WORK TO COMPLETE >> Begin with the first line of the listing and quote every line through the one containing "(x² − ν r²)/2."; give only those lines.
━━━━
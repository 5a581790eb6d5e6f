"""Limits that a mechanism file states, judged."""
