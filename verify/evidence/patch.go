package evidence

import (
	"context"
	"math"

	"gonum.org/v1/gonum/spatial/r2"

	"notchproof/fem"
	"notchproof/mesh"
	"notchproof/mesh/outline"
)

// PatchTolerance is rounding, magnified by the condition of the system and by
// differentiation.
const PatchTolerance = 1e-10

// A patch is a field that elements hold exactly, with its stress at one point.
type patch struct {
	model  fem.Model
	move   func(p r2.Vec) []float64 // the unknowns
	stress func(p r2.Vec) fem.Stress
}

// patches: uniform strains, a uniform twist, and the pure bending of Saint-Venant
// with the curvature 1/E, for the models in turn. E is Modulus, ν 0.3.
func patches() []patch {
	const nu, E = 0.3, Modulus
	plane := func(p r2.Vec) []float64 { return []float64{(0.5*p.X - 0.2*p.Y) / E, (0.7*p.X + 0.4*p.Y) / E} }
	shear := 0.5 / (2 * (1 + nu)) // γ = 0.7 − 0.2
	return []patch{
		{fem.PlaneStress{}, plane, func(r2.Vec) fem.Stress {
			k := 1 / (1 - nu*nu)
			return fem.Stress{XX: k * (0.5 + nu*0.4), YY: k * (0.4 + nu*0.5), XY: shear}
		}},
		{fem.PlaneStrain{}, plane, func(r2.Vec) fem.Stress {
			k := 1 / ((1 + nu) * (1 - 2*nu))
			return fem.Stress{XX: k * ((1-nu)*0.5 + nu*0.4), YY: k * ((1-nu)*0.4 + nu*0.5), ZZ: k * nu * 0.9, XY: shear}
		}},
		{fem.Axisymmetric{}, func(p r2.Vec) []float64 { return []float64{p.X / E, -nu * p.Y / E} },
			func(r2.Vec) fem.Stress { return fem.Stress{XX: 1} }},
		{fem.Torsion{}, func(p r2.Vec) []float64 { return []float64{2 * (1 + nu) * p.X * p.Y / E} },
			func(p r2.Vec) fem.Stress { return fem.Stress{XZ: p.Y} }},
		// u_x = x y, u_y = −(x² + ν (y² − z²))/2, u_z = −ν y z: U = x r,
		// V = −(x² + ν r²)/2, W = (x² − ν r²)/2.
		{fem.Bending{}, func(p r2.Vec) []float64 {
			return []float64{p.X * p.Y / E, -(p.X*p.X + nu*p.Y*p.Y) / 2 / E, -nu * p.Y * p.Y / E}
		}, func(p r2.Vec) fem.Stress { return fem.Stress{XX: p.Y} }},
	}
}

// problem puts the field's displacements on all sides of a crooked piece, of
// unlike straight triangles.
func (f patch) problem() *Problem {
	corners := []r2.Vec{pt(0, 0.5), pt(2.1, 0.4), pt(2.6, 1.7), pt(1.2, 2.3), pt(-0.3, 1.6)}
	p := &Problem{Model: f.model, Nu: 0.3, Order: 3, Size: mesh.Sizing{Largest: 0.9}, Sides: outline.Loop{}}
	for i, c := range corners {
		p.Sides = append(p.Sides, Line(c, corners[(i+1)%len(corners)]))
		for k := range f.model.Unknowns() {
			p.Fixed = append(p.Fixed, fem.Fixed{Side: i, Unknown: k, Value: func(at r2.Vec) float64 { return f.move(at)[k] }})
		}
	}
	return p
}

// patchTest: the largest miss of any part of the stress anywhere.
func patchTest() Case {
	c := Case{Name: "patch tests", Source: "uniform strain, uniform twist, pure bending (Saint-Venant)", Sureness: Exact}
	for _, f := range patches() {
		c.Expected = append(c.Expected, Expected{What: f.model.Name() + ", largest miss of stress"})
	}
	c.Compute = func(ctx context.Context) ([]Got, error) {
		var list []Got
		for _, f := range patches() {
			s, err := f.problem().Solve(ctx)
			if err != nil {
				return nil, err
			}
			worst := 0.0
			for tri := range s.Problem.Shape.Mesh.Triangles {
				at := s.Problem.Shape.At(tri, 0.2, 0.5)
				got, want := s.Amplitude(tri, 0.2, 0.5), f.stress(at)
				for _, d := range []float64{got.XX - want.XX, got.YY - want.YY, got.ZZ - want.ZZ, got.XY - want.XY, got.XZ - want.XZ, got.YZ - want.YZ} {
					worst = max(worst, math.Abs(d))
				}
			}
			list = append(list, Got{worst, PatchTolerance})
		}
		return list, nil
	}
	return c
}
━━━━
ANSWER SECTION >>
repository 5a581790eb6d5e6f
"""Limits that a mechanism file states, judged."""
filename verify/evidence/patch.go
package evidence

import (
	"context"
	"math"

	"gonum.org/v1/gonum/spatial/r2"

	"notchproof/fem"
	"notchproof/mesh"
	"notchproof/mesh/outline"
)

// PatchTolerance is rounding, magnified by the condition of the system and by
// differentiation.
const PatchTolerance = 1e-10

// A patch is a field that elements hold exactly, with its stress at one point.
type patch struct {
	model  fem.Model
	move   func(p r2.Vec) []float64 // the unknowns
	stress func(p r2.Vec) fem.Stress
}

// patches: uniform strains, a uniform twist, and the pure bending of Saint-Venant
// with the curvature 1/E, for the models in turn. E is Modulus, ν 0.3.
func patches() []patch {
	const nu, E = 0.3, Modulus
	plane := func(p r2.Vec) []float64 { return []float64{(0.5*p.X - 0.2*p.Y) / E, (0.7*p.X + 0.4*p.Y) / E} }
	shear := 0.5 / (2 * (1 + nu)) // γ = 0.7 − 0.2
	return []patch{
		{fem.PlaneStress{}, plane, func(r2.Vec) fem.Stress {
			k := 1 / (1 - nu*nu)
			return fem.Stress{XX: k * (0.5 + nu*0.4), YY: k * (0.4 + nu*0.5), XY: shear}
		}},
		{fem.PlaneStrain{}, plane, func(r2.Vec) fem.Stress {
			k := 1 / ((1 + nu) * (1 - 2*nu))
			return fem.Stress{XX: k * ((1-nu)*0.5 + nu*0.4), YY: k * ((1-nu)*0.4 + nu*0.5), ZZ: k * nu * 0.9, XY: shear}
		}},
		{fem.Axisymmetric{}, func(p r2.Vec) []float64 { return []float64{p.X / E, -nu * p.Y / E} },
			func(r2.Vec) fem.Stress { return fem.Stress{XX: 1} }},
		{fem.Torsion{}, func(p r2.Vec) []float64 { return []float64{2 * (1 + nu) * p.X * p.Y / E} },
			func(p r2.Vec) fem.Stress { return fem.Stress{XZ: p.Y} }},
		// u_x = x y, u_y = −(x² + ν (y² − z²))/2, u_z = −ν y z: U = x r,
		// V = −(x² + ν r²)/2, W = (x² − ν r²)/2.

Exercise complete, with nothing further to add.